Hence \(G \Box H\) admits uniform mixing at time \(t\) as well; and therefore Cartesian products of simple graphs on the same number of vertices that admit uniform at the same time also admit uniform mixing at the same time, since the choice of time and simple graphs on the same number of vertices in this context are arbitrary. I would now like to show that my previous proposition is indeed true.

  1. Suppose that \(G\) and \(H\) are arbitrary simple graphs on \(m\) and \(n\) vertices. Then by properties of matrix exponentials, properties of the Kronecker product, and an assumed identity about the adjacency matrices of the Cartesian products of simple graphs, we have that:
\[U_{G \Box H}(t)\] \[= \operatorname{exp}(it A_{G \Box H})\] \[= \operatorname{exp} \left ( it \left(A_{G} \bigotimes I_n + I_m \bigotimes A_{H} \right ) \right )\] \[= \operatorname{exp} \left ( (it A_{G}) \bigotimes I_n + I_m \bigotimes (it A_{H}) \right )\] \[= \operatorname{exp} \left ( (it A_{G}) \bigotimes I_n \right ) \operatorname{exp} \left ( I_m \bigotimes (it A_{H}) \right )\] \[= \left ( \sum\limits_{n = 0}^{\infty} \frac{\left ( (it A_{G}) \bigotimes I_n \right )^{n}}{n!} \right ) \left ( \sum\limits_{n = 0}^{\infty} \frac{\left ( I_m \bigotimes (it A_{H}) \right )^{n}}{n!} \right )\] \[= \left ( \sum\limits_{n = 0}^{\infty} \frac{\left ( it A_{G} \right )^{n}}{n!} \bigotimes I_n \right ) \left ( \sum\limits_{n = 0}^{\infty} I_m \bigotimes \frac{\left ( it A_{H} \right )^{n}}{n!} \right )\] \[= \left ( \operatorname{exp}(it A_{G}) \bigotimes I_n \right ) \left ( I_m \bigotimes \operatorname{exp}(it A_{H}) \right )\] \[= \left ( \operatorname{exp}(it A_{G}) I_m \right ) \bigotimes \left ( I_n \operatorname{exp}(it A_{H}) \right )\] \[= \operatorname{exp}(it A_{G}) \bigotimes \operatorname{exp}(it A_{H})\] \[= U_{G} (t) \bigotimes U_{H} (t)\]

as desired.

Note that here \(A_{G \Box H}\), \(A_G\) and \(A_H\) denote the respective adjacency matrices of \(G \Box H\), \(G\) and \(H\); likewise \(U_{G \Box H}(t)\), \(U_G (t)\) and \(U_H (t)\) denote their respective continuous-time quantum walks relative to their adjacency matrices.

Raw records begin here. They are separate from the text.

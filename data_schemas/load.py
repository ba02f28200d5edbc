"""Load stopping or lottery data from CSV, Parquet or a DataFrame, validated.

``load`` tells the format from the columns, validates everything at once (raising
``StopwiseDataError`` with the full report when anything is wrong) and converts trial-level
stopping data to decision level, so ``Dataset.frame`` is always decision level (stopping) or
lottery format.
"""

from __future__ import annotations

import os
from dataclasses import dataclass
from typing import Any

import numpy as np
import pandas as pd

from . import columns as C
from .arrays import LotteryData, StoppingData
from .bundle import to_lottery_data, to_stopping_data
from .convert import trials_to_decisions
from .errors import StopwiseDataError, StopwiseInputError
from .report import ValidationReport
from .validate import check_source


@dataclass(frozen=True)
class Dataset:
    """Validated data: ``frame`` (decision-level stopping rows or lottery rows), ``kind``
    ("stopping" or "lottery"), ``source`` (file name or "<DataFrame>") and the clean
    validation ``report``."""

    frame: pd.DataFrame
    kind: str
    source: str
    report: ValidationReport | None = None

    def arrays(
        self, covariates: tuple[str, ...] | list[str] = (), horizon: int | None = None
    ) -> StoppingData | LotteryData:
        """The array bundle for the models (see stopwise.data_schemas.arrays)."""
        if self.kind == "stopping":
            return to_stopping_data(self.frame, covariates=covariates, horizon=horizon)
        if horizon is not None:
            raise StopwiseInputError("horizon applies to stopping data, not lottery choices")
        return to_lottery_data(self.frame, covariates=covariates)

    @property
    def n_rows(self) -> int:
        return len(self.frame)

    @property
    def n_subjects(self) -> int:
        return int(self.frame["subject"].nunique())

    def __repr__(self) -> str:
        return (
            f"Dataset(kind={self.kind!r}, source={self.source!r}, rows={self.n_rows}, "
            f"subjects={self.n_subjects})"
        )


def load(
    source: str | os.PathLike[str] | pd.DataFrame | Dataset,
    kind: str | None = None,
    allow_censored: bool = False,
) -> Dataset:
    """Read, validate and normalise ``source``; trial-level stopping data come back at
    decision level. Raises StopwiseDataError (with ``.report``) listing every problem."""
    if isinstance(source, Dataset):
        if kind is not None and _kind_of(kind) != source.kind:
            raise StopwiseInputError(f"expected {kind} data, got {source.kind} data")
        return source
    report, clean = check_source(source, kind=kind, allow_censored=allow_censored)
    if not report.ok or clean is None:
        raise StopwiseDataError(
            f"{report.source}: the data are not valid ({report.n_problems} problem(s))\n"
            f"{report.format()}",
            report,
        )
    if report.data_format == C.TRIALS:
        clean = trials_to_decisions(clean, bank=False, validate=False)
    if report.data_format in (C.TRIALS, C.DECISIONS):
        clean = _label_columns(clean)
    return Dataset(
        clean, "lottery" if report.data_format == C.LOTTERY else "stopping", report.source, report
    )


def _kind_of(kind: str) -> str:
    return "lottery" if kind == "lottery" else "stopping"


def _label_columns(frame: pd.DataFrame) -> pd.DataFrame:
    """Store action/outcome/task as categoricals (small and fast at millions of rows)."""
    labels: dict[str, Any] = {"action": C.ACTIONS, "outcome": C.OUTCOMES, "task": C.TASKS}
    for name, allowed in labels.items():
        if name in frame.columns and not isinstance(frame[name].dtype, pd.CategoricalDtype):
            frame[name] = pd.Categorical(frame[name], categories=list(allowed))
    for name in ("trial", "step"):
        if name in frame.columns and frame[name].dtype != np.int64:
            frame[name] = frame[name].astype(np.int64)
    return frame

After showing that my previous proposition is true, we ultimately have that:

  1. Cartesian products of simple graphs that admit the property known as perfect state transfer at the same time also admit perfect state transfer at the same time.

  2. Cartesian products of simple graphs that admit uniform mixing at the same time also admit uniform mixing at the same time, assuming that the simple graphs in context have the same number of vertices. as desired.